Vacuum cleaners are getting to be too much of a hassle. Are there any good manual carpet sweepers for removing crumbs, threads, etc.?
JOE from PHILADELPHIA
I have an old Bissel carpet sweeper that I have use all the time. Great for quick pickups of pet hair, crumbs, etc. Although it will not do a "deep" clean on carpets, for most small jobs, it's wonderful! Bonus....it's easily emptied.
I used to sell Fuller Brush products and thats where I got my sweeper and I love it. I have level loop throughout my house and it is great for in between vacuuming and after the grandkids have been to my house. My advice is not to get a cheapie! You'll have to pay around $50-$80 for a good sweeper that hugs the floor and gets against the wall real well. I have had a couple of cheaper sweepers and I got rid of them. They weren't worth taking out of the closet. Look in a commercial cleaning catalog or restaurant supply if you aren't happy with what you can find locally. Try it out. The cheapie sweepers I got rid of were a popular name brand (Bissel) but even name brands have different levels of quality/price for the same type of product. Good Luck.
I have an Oreck XL carpet sweeper I bought at a garage sale for 1.00 It works wonderful on short knap carpets.
Oreck sells an old fashioned carpet sweeper or "Hokie." They have two different models: a regular one and a commercial one which holds up to much more abuse. The "restaurantuer" (commercial one) costs about $100.00, but works great. I've been using mine for about 17 years so far with no problems. My son even took it to college with him where it was used by all his friends, and he accidently left it at a club his band was playing, where they used it for a few months too. Although it will not deep clean carpets, it's great for picking up threads, fuzz balls, and misc stuff from carpet surfaces. It also works on hard surfaces like kitchen or bathroom floors, or tile entryways to pick up crumbs, dirt, and pieces of food. The roller (not sure what to call it) comes out for cleaning. It's great for quick pick-ups and doesn't take up much room for storage.

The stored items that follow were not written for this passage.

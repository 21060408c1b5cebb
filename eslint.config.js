import pluginVue from 'eslint-plugin-vue'
import tseslint from 'typescript-eslint'

const wall = (files, ...patterns) => ({ files, rules: { 'no-restricted-imports': ['error', { patterns }] } })
const server = { group: ['**/server/**'], message: 'src/ never imports server/: ask over HTTP through src/api, or put what both need into shared/.' }
const client = { group: ['**/src/**'], message: 'server/ never imports src/: put what both need into shared/.' }

export default tseslint.config(
  { ignores: ['.build/', '.data/', 'node_modules/'] },
  ...tseslint.configs.recommended,
  ...pluginVue.configs['flat/essential'],
  { files: ['**/*.vue'], languageOptions: { parserOptions: { parser: tseslint.parser } } },
  {
    rules: {
      '@typescript-eslint/no-explicit-any': 'error',
      '@typescript-eslint/no-non-null-assertion': 'error',
      '@typescript-eslint/no-unused-vars': ['error', { argsIgnorePattern: '^_', varsIgnorePattern: '^_' }],
      'vue/multi-word-component-names': 'off',
      'no-console': 'off',
      eqeqeq: 'error',
      'prefer-const': 'error',
    },
  },
  wall(['shared/**'], {
    group: ['**/server/**', '**/src/**', 'node:*', 'vue', 'express', 'typeorm'],
    message: 'shared/ is pure: pass the value in as an argument.',
  }),
  wall(['src/**'], server),
  wall(['src/components/**'], server, { group: ['**/stores/**', '**/api/*.api', '**/offline/**'], message: 'A component takes props and sends events; stores and HTTP belong to views, composables and stores.' }),
  wall(['server/**'], client),
  wall(['server/modules/**/*.service.ts'], client, { group: ['express'], message: 'A service knows no HTTP: that is what routes are for.' }),
  wall(['migrations/**'], { group: ['**/server/**', '**/src/**', '**/shared/**'], message: 'A migration is plain SQL and never changes with the code.' }),
)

my husband recently bought me one of those swiffer carpet flick thingies ($16) and a box of refills ($6), I have to say I love this thing (and my husband too but some days the carpet flick more lol).
I use it once a day on the carpets and then once I week I break out the big vaccum and do an overall clean, you cant imagine how wonderful it is not to have to haul that big bulky thing around so much... I strongly recommend trying one out if you can
I used BISSELL Carpet Sweeper, it was good, however, this company do not have any replacement parts for this item.
A replacement Brush was ordered (very expensive for 18 dollars, including shipping & handling) still it was not delivered. When contacted Customer service, the reply was that company stopped replacement parts for this sweeper. It is recommended NOT TO BUY a product from a company if they cannot supply replacement parts.
ACE Hardware sells a Bissett for $26.99 and it is just like the one my grandma used to use, way back in the 1940's. She only got the men folk to move the area rugs to the yard and hang over a clothes line where she would beat them with a "Rug Beater" once a year during Spring Housecleaning! The manual carpet sweeper had to do for the rest of the year.
I bought a sweeper from Target for only $14 that was called real simple or something like that that was great! It was better than the higher dollar ones that I got later because my grandson broke the handle on mine and I have not been able to find one again! I would love to know where to buy another one.
People today don't know how products (including carpet sweepers) used to be made--strong and long lasting.
In the early 1980s I bought a Bissell manual carpet sweeper. It finally broke--in Feb 2009--having lasted almost 30 years. It had a steel body heavy enough to not get dented, two rollers with boar's head bristles, 2 heights--for carpet or floor; it picked up most dust and pet hair as well as larger trash. Unlike plastics, it was not a super dust magnet.
I didn't have room for a full-sized vaccuum cleaner for my small apartment--but occasionally would borrow a friend's. (Six months ago I borrowed a 30-year-old Kirby which did a wonderful job.
As its owner says, "it really sucks!")
I bought a replacement--no need to mention the brand. It's one of those modern "made to break" items like most of what's made today. It's smaller, made of flimsy plastic, with one roller of cheap nylon bristles, the mechanism to open the dust pans doesn't work and I don't dare force it since it's obviously it would break. It only picks up larger trash. I'm going to return it--and now what can I do? I urge "green manufacturers" to start building products like they used to be made--built for durability and of simple, functional design.